▶ Material supplied:

"""The reduced nodal system assembled, solved and verified across MPI processes with PETSc.

Every process holds a contiguous slice of the branches and a contiguous slice of the nodes'
node-to-unknown map from the HDF5 network file (:class:`~.ordering.NodeUnknowns`: unknowns in
reverse Cuthill–McKee order, so PETSc's contiguous row blocks are compact regions of the graph);
the map entries of its branches' endpoints come from their holders by a ``VecScatter``, so no
process holds anything of the size of the whole network. Each process

1. turns its resistors and current sources into matrix entries and right-hand-side terms with
   global indices (the same stamps as :func:`~.formulation.assemble`), sends each entry to the
   process owning its row (``MPI_Alltoallv``), which sums its rows into its block of a PETSc
   distributed (MPIAIJ) matrix and vector;
2. solves with CG + BoomerAMG (:func:`.solvers.petsc.configure_ksp`) and measures the true
   residual ``||b - A x|| / ||b||``;
3. fetches the solution at the nodes it needs (a ``VecScatter``), recovers its branch currents,
   voltages and powers, and adds its currents into a distributed vector of node sums: the KCL
   residual, whose largest entry is found by PETSc, and the power balance (Tellegen's theorem,
   as in :mod:`.solve`) summed by an MPI reduction.

The currents of voltage sources and ideal connections follow from KCL over the spanning forest of
the contraction (:mod:`.recovery`); the first process gathers the node sums at the forest's nodes,
accumulates them and sends the forest currents to all.

Every PETSc call here is collective unless noted: all processes must make it, in the same order.
"""

from __future__ import annotations

import time
from dataclasses import dataclass

import numpy as np
import scipy.sparse as sp

from .network import CURRENT_SOURCE, RESISTOR
from .ordering import NodeUnknowns
from .recovery import forest_currents
from .solvers.petsc import configure_ksp, petsc_module


@dataclass(frozen=True)
class BranchPart:
    """A contiguous slice ``start:stop`` of the branches held by one process."""

    start: int
    kind: np.ndarray
    from_node: np.ndarray
    to_node: np.ndarray
    value: np.ndarray


@dataclass(frozen=True)
class Forest:
    """The spanning forest of the contraction (needed on the first process only).

    Attributes
    ----------
    branches : ndarray of int64
        Network indices of the forest's branches.
    from_node, to_node : ndarray of int64
        Their endpoints.
    roots : ndarray of int64
        Nodes among the endpoints whose supernode potential is their own (contraction roots).
    """

    branches: np.ndarray
    from_node: np.ndarray
    to_node: np.ndarray
    roots: np.ndarray


@dataclass
class DistributedSolution:
    """This process's share of the solution, and the global evidence (same on every process)."""

    branch_current: np.ndarray
    branch_voltage: np.ndarray
    branch_power: np.ndarray
    node_voltage: np.ndarray
    preconditioner: str
    iterations: int
    relative_residual: float
    converged: bool
    kcl_max_residual: float
    kcl_worst_node: int
    power_balance: float
    power_dissipated: float
    power_delivered: float
    power_absorbed_by_sources: float
    finite: bool
    timings: dict


def local_stamps(part: BranchPart, nodes: NodeUnknowns):
    """Matrix entries ``(rows, cols, values)`` and right-hand-side terms ``(index, values)``.

    Resistor ``k`` between unknowns ``a != b`` with conductance ``g`` adds ``g`` at ``(a, a)`` and
    ``(b, b)``, ``-g`` at ``(a, b)`` and ``(b, a)``, and ``-g d`` to ``a``, ``+g d`` to ``b``
    (``d`` the offset difference of its nodes); an end with a held potential ``h`` adds ``g h``
    to the other end instead of a column. A current source moves its value from ``from`` to
    ``to``. Terms at held potentials are dropped.
    """
    unknown, held, offset = nodes.unknown, nodes.held, nodes.offset
    resistive = np.flatnonzero((part.kind == RESISTOR) & (part.value > 0))
    f, t = part.from_node[resistive], part.to_node[resistive]
    a, b = unknown[f], unknown[t]
    external = ((a >= 0) | (b >= 0)) & (a != b)
    f, t, a, b = f[external], t[external], a[external], b[external]
    g = 1.0 / part.value[resistive[external]]
    drive = g * (offset[f] - offset[t])
    both = (a >= 0) & (b >= 0)
    rows = np.concatenate([a, b, a[both], b[both]])
    cols = np.concatenate([a, b, b[both], a[both]])
    values = np.concatenate([g, g, -g[both], -g[both]])
    keep = rows >= 0
    a_only, b_only = (a >= 0) & (b < 0), (b >= 0) & (a < 0)
    sources = np.flatnonzero(part.kind == CURRENT_SOURCE)
    amps = part.value[sources]
    index = np.concatenate([a, b, a[a_only], b[b_only], unknown[part.to_node[sources]],
                            unknown[part.from_node[sources]]])
    terms = np.concatenate([-drive, drive, (g * held[t])[a_only], (g * held[f])[b_only], amps,
                            -amps])
    wanted = index >= 0
    return (rows[keep], cols[keep], values[keep]), (index[wanted], terms[wanted])


def gather(PETSc, vector, indices: np.ndarray) -> np.ndarray:
    """Values of a distributed vector at global ``indices`` (collective: a VecScatter)."""
    local = PETSc.Vec().createSeq(indices.size, comm=PETSc.COMM_SELF)
    where = PETSc.IS().createGeneral(indices.astype(PETSc.IntType), comm=PETSc.COMM_SELF)
    scatter = PETSc.Scatter().create(vector, where, local, None)
    scatter.scatter(vector, local, addv=PETSc.InsertMode.INSERT_VALUES,
                    mode=PETSc.ScatterMode.FORWARD)
    values = local.getArray().copy()
    for handle in (scatter, where, local):
        handle.destroy()
    return values


def solve_distributed(comm, part: BranchPart, own_nodes: NodeUnknowns, node_range: tuple[int, int],
                      n_nodes: int, n_unknowns: int, forest: Forest | None, rtol: float
                      ) -> DistributedSolution:
    """Assemble, solve and verify the reduced system across the processes of ``comm``.

    Parameters
    ----------
    comm : mpi4py.MPI.Comm
        The processes taking part (PETSc's ``COMM_WORLD`` must be the same group).
    part : BranchPart
        This process's branches.
    own_nodes : NodeUnknowns
        The node-to-unknown map of nodes ``node_range`` only; the entries for the endpoints of
        ``part`` are fetched from their owners.
    node_range : (int, int)
        The nodes ``lo:hi`` this process holds the map of and returns the voltages of
        (contiguous, in rank order, covering all nodes).
    n_nodes, n_unknowns : int
    forest : Forest or None
        The contraction's spanning forest on the first process; None elsewhere.
    rtol : float
        Relative residual target.
    """
    PETSc = petsc_module()
    world = PETSc.COMM_WORLD
    timings = {}

    start = time.perf_counter()
    # The map entries of this slice's endpoints, numbered compactly.
    m = part.kind.size
    ends, compact = np.unique(np.concatenate([part.from_node, part.to_node]), return_inverse=True)
    nodes = fetch_node_map(PETSc, own_nodes, node_range, n_nodes, ends)
    local_part = BranchPart(part.start, part.kind, compact[:m], compact[m:], part.value)
    (rows, cols, values), (index, terms) = local_stamps(local_part, nodes)
    size, rank = comm.Get_size(), comm.Get_rank()
    bounds = np.array([n_unknowns * r // size for r in range(size + 1)], np.int64)
    lo, hi = bounds[rank], bounds[rank + 1]
    rows, cols, values = to_owners(comm, bounds, rows, cols, values)
    local = sp.csr_matrix((values, (rows - lo, cols)), shape=(hi - lo, n_unknowns))
    local.sum_duplicates()
    local.sort_indices()
    matrix = PETSc.Mat().createAIJ(
        size=((hi - lo, n_unknowns), (hi - lo, n_unknowns)),
        csr=(local.indptr.astype(PETSc.IntType), local.indices.astype(PETSc.IntType),
             local.data), comm=world)
    matrix.assemble()
    index, terms = to_owners(comm, bounds, index, terms)
    rhs, x = matrix.createVecRight(), matrix.createVecLeft()
    rhs.setArray(np.bincount(index - lo, terms, minlength=hi - lo).astype(np.float64))
    timings["assemble"] = time.perf_counter() - start

    start = time.perf_counter()
    ksp = PETSc.KSP().create(comm=world)
    ksp.setOperators(matrix)
    preconditioner = configure_ksp(ksp, rtol)
    ksp.setUp()
    timings["setup"] = time.perf_counter() - start
    start = time.perf_counter()
    ksp.solve(rhs, x)
    timings["solve"] = time.perf_counter() - start
    iterations = ksp.getIterationNumber()
    residual = rhs.duplicate()
    matrix.mult(x, residual)
    residual.aypx(-1.0, rhs)                       # b - A x
    b_norm = rhs.norm()
    relative = residual.norm() / b_norm if b_norm > 0 else residual.norm()

    start = time.perf_counter()
    # Potentials of the slice's endpoints and of this process's own nodes.
    unknown_at = np.concatenate([nodes.unknown, own_nodes.unknown])
    needed, position = np.unique(unknown_at, return_inverse=True)
    at_needed = np.full(needed.size, np.nan)
    at_needed[needed >= 0] = gather(PETSc, x, needed[needed >= 0])
    potential = np.where(unknown_at >= 0, at_needed[position],
                         np.concatenate([nodes.held, own_nodes.held]))
    voltage_at = potential + np.concatenate([nodes.offset, own_nodes.offset])
    branch_voltage = voltage_at[compact[:m]] - voltage_at[compact[m:]]
    node_voltage = voltage_at[ends.size:]
    del unknown_at, position, potential, voltage_at
    current = np.zeros(m)
    resistive = (part.kind == RESISTOR) & (part.value > 0)
    current[resistive] = branch_voltage[resistive] / part.value[resistive]
    sources = part.kind == CURRENT_SOURCE
    current[sources] = part.value[sources]

    # Node sums of the known currents; the forest accumulates them on the first process.
    sums = PETSc.Vec().createMPI((node_range[1] - node_range[0], n_nodes), comm=world)
    sums.set(0.0)
    _add_node_sums(PETSc, sums, part.from_node, part.to_node, current)
    forest_nodes = (np.unique(np.concatenate([forest.from_node, forest.to_node]))
                    if forest is not None else np.empty(0, np.int64))
    excess = gather(PETSc, sums, forest_nodes)
    if forest is not None:
        local = np.searchsorted(forest_nodes, np.concatenate([forest.from_node, forest.to_node]))
        k = forest.branches.size
        tree_current = forest_currents(forest_nodes.size, local[:k], local[k:],
                                       np.searchsorted(forest_nodes, forest.roots), excess)
        shared = (forest.branches, tree_current)
        _add_node_sums(PETSc, sums, forest.from_node, forest.to_node, tree_current)
    else:
        shared = None
        _add_node_sums(PETSc, sums, np.empty(0, np.int64), np.empty(0, np.int64), np.empty(0))
    tree_branches, tree_current = comm.bcast(shared, root=0)
    mine = (tree_branches >= part.start) & (tree_branches < part.start + m)
    current[tree_branches[mine] - part.start] = tree_current[mine]
    sums.abs()
    worst, kcl = sums.max()
    power = branch_voltage * current
    source_power = power[part.kind != RESISTOR]
    from mpi4py import MPI

    totals = comm.allreduce(np.array([power.sum(), power[part.kind == RESISTOR].sum(),
                                      -source_power[source_power < 0].sum(),
                                      source_power[source_power > 0].sum()]), op=MPI.SUM)
    finite = comm.allreduce(bool(np.isfinite(node_voltage).all() and np.isfinite(power).all()
                                 and np.isfinite(current).all()), op=MPI.LAND)
    timings["recover"] = time.perf_counter() - start
    for handle in (sums, residual, x, rhs, ksp, matrix):
        handle.destroy()
    return DistributedSolution(
        branch_current=current, branch_voltage=branch_voltage, branch_power=power,
        node_voltage=node_voltage, preconditioner=preconditioner, iterations=int(iterations),
        relative_residual=float(relative), converged=bool(relative <= rtol),
        kcl_max_residual=float(kcl), kcl_worst_node=int(worst), power_balance=float(totals[0]),
        power_dissipated=float(totals[1]), power_delivered=float(totals[2]),
        power_absorbed_by_sources=float(totals[3]), finite=finite, timings=timings)


def fetch_node_map(PETSc, own: NodeUnknowns, node_range, n_nodes: int,
                    wanted: np.ndarray) -> NodeUnknowns:
    """The map entries of the ``wanted`` nodes from the processes holding them (collective).

    Each process holds the map of its contiguous ``node_range``; three distributed vectors
    (unknown indices as doubles, exact below 2^53) are scattered to the wanted nodes.
    """
    fetched = []
    for values in (own.unknown.astype(np.float64), own.held, own.offset):
        vector = PETSc.Vec().createMPI((node_range[1] - node_range[0], n_nodes),
                                       comm=PETSc.COMM_WORLD)
        vector.setArray(values)
        fetched.append(gather(PETSc, vector, wanted))
        vector.destroy()
    return NodeUnknowns(fetched[0].astype(np.int64), fetched[1], fetched[2])


def to_owners(comm, bounds: np.ndarray, rows: np.ndarray, *columns: np.ndarray):
    """Send every entry to the process owning its row (``bounds[r] <= row < bounds[r + 1]``).

    Collective (``MPI_Alltoallv``). Returns the received ``rows`` and ``columns`` in the same order.
    """
    from mpi4py import MPI

    owner = np.searchsorted(bounds, rows, side="right") - 1
    # A stable sort of 16-bit keys is a radix sort in NumPy: linear in the number of entries.
    order = np.argsort(owner.astype(np.uint16) if comm.Get_size() <= 1 << 16 else owner,
                       kind="stable")
    counts = np.bincount(owner, minlength=comm.Get_size()).astype(np.int64)
    received = np.empty_like(counts)
    comm.Alltoall(counts, received)
    offsets = np.concatenate([[0], np.cumsum(counts)[:-1]])
    arrived = np.concatenate([[0], np.cumsum(received)[:-1]])
    out = []
    for array in (rows, *columns):
        array = np.ascontiguousarray(array[order])
        kind = MPI.INT64_T if array.dtype == np.int64 else MPI.DOUBLE
        buffer = np.empty(int(received.sum()), array.dtype)
        comm.Alltoallv([array, (counts, offsets), kind], [buffer, (received, arrived), kind])
        out.append(buffer)
    return out


def _add_node_sums(PETSc, sums, from_node, to_node, current) -> None:
    """Add the current leaving ``from`` and entering ``to`` into the node sums (collective)."""
    sums.setValues(np.concatenate([from_node, to_node]).astype(PETSc.IntType),
                   np.concatenate([current, -current]), addv=PETSc.InsertMode.ADD_VALUES)
    sums.assemble()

▶ Exercise aim: Give back, verbatim, the lines from the top of the entries above through the line containing "distributed (MPIAIJ) matrix and vector;".

▶ Response to the exercise:
"""The reduced nodal system assembled, solved and verified across MPI processes with PETSc.

Every process holds a contiguous slice of the branches and a contiguous slice of the nodes'
node-to-unknown map from the HDF5 network file (:class:`~.ordering.NodeUnknowns`: unknowns in
reverse Cuthill–McKee order, so PETSc's contiguous row blocks are compact regions of the graph);
the map entries of its branches' endpoints come from their holders by a ``VecScatter``, so no
process holds anything of the size of the whole network. Each process

1. turns its resistors and current sources into matrix entries and right-hand-side terms with
   global indices (the same stamps as :func:`~.formulation.assemble`), sends each entry to the
   process owning its row (``MPI_Alltoallv``), which sums its rows into its block of a PETSc
   distributed (MPIAIJ) matrix and vector;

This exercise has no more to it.